Sono ragionamenti che hanno delle conseguenze “politiche” che faranno molto discutere. Pera, ad esempio, confuta quelli che negli ultimi anni sono diventati dei veri e propri tabù del dibattito pubblico italiano e internazionale. E cioè che possa esistere il cosiddetto “dialogo interreligioso”. In questo, lo stesso Benedetto XVI, nella lettera che introduce al volume (un evento eccezionale, se non unico) gli dà apertamente ragione. Si deve piuttosto parlare di “dialogo tra culture”. Allo stesso modo Pera dimostra la contraddittorietà intrinseca del concetto di “multiculturalità”.

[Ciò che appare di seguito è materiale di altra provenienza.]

REGISTER_PAGE_SIZE = 50
# Laser ids for the researchers' page views: drawn from this many API pages of 200 at start-up.
ID_POOL_PAGES = 5
EDITORS = 3
EDITED_LASERS = 2
# What the other users do, with weights: a working day's mix, mostly reading.
MIX = {
    "register page": 22,
    "laser list (API)": 22,
    "laser page": 20,
    "registration preview": 8,
    "LSO home": 8,
    "evaluate (API)": 20,
}


@dataclass
class Stats:
    started: float = field(default_factory=time.perf_counter)
    latencies: dict[str, list[float]] = field(default_factory=lambda: defaultdict(list))
    statuses: dict[str, Counter[int]] = field(default_factory=lambda: defaultdict(Counter))
    errors: list[str] = field(default_factory=list)
    sent: int = 0


class Account:
    """A signed-in session (cookies kept by hand) or an API token."""

    def __init__(self, client: httpx.AsyncClient) -> None:
        self.client = client
        self.cookies: dict[str, str] = {}
        self.token = ""

    def headers(self, extra: dict[str, str] | None = None) -> dict[str, str]:
        headers = dict(extra or {})
        if self.cookies:
            headers["Cookie"] = "; ".join(f"{name}={value}" for name, value in self.cookies.items())
        if self.token:
            headers["Authorization"] = f"Token {self.token}"
        return headers

    def keep_cookies(self, response: httpx.Response) -> None:
        for header in response.headers.get_list("set-cookie"):
            name, _, rest = header.partition("=")
            self.cookies[name.strip()] = rest.split(";", 1)[0]

    async def sign_in_session(self, username: str) -> None:
        form = await self.client.get("/login/")
        self.keep_cookies(form)
        answer = await self.client.post("/login/", headers=self.headers(), data={
            "username": username, "password": f"{username}-demo", "csrfmiddlewaretoken": _csrf(form.text)})
        self.keep_cookies(answer)
        if answer.status_code != 302 or "sessionid" not in self.cookies:
            raise SystemExit(f"cannot sign in as {username} ({answer.status_code}); was bench/grow_campus.py run?")

    async def sign_in_token(self, username: str) -> None:
        answer = await self.client.post("/api/v1/auth/token/",
                                        json={"username": username, "password": f"{username}-demo"})
        if answer.status_code != 200:
            raise SystemExit(f"cannot get a token for {username}: {answer.status_code} {answer.text[:200]}")
        self.token = answer.json()["token"]


def _csrf(html: str) -> str:
    match = re.search(r'name="csrfmiddlewaretoken" value="([^"]+)"', html)
    if match is None:
        raise SystemExit("no CSRF token in the form")
    return match.group(1)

Affinché quello che la ragione riconosce come necessario possa accadere nella vita di ciascuno e nella storia delle nazioni e dei popoli, ci vuole una decisione. “Alla fine, sta a noi scegliere. (…) La scelta cristiana, di darsi a Dio (credente in Cristo) o di agire velut si Christus daretur (cristiano per cultura) ha prodotto i migliori risultati. Quella scelta ha grandi vantaggi, anche nel campo dell’etica pubblica. (…) Non separeremo la moralità dalla verità, non confonderemo l’autonomia morale con al libera scelta individuale, non tratteremo gli individui, nascenti o morenti, come cose, non acconsentiremo a tutti i desideri di trasformarsi in diritti, non confineremo la ragione nei soli limiti della scienza, non ci sentiremo più soli in una società di estranei o più oppressi in uno Stato che si appropria di noi perché non sappiamo più orientarci da soli”.

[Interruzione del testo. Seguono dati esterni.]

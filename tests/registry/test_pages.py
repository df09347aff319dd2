"""The register's pages through the Django test client: who may open what, what each shows, what each does.

Personas as in the API tests (tests/registry/api_world.py): the LSO, an inspector, the researcher who
owns the lasers under test, a researcher of another group, and a laser user of the owner's group who
is authorized on one laser (TST-0005) and has a request pending on another (TST-0001).
"""
from __future__ import annotations

import csv
import datetime
import io
import math

from django.contrib.auth import get_user_model
from django.test import Client, TestCase
from django.utils import timezone
from django.utils.html import escape

from hazards.caution import CAUTION
from hazards.units import parse_quantity
from registry import selectors, services
from registry.exports import HAZARD_HEADERS, IMPORT_HEADERS
from registry.services.standings import room_standings_refresh
from registry.views.review import REVIEW_PAGE_SIZE
from registry.models import (
    Authorization,
    AuthorizationStatus,
    Emission,
    HazardResult,
    Incident,
    Laser,
    LaserStatus,
    Person,
    TrainingRecord,
)
from tests import factories
from tests.registry.api_world import PERSONAS, World, build_world, register_state


def _client(world: World, persona: str) -> Client:
    client = Client()
    person = world.person(persona)
    if person is not None:
        client.force_login(person.user)
    return client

Ma una simile decisione, nessuno può nasconderselo, può essere generata solo dall’incontro con un fatto che susciti una fiducia e una attesa. Di Ratzinger, “Papa della speranza cristiana”, Pera scrive: “Posso dire che, nonostante tutte le mie sollecitazioni interiori, questo lavoro non ci sarebbe stato se Benedetto XVI non avesse scritto e parlato e non testimoniasse ciò di cui scrive e parla”. Un fatto, insomma, che mantenga “aperta” la ragione a quella possibilità che tutto (il relativismo, l’aggressività del fondamentalismo religioso, la reificazione dell’uomo) “invoca” come necessaria. Solo la speranza, di cui scrive Paolo nella Lettera agli Ebrei, colma lo iato tra al condizione percepita dalla ragione come necessaria e la realtà. E’ per questo che Charles Péguy, ne Portico del Mistero della seconda virtù, fa dire a Dio: “La fede che più amo è la speranza”.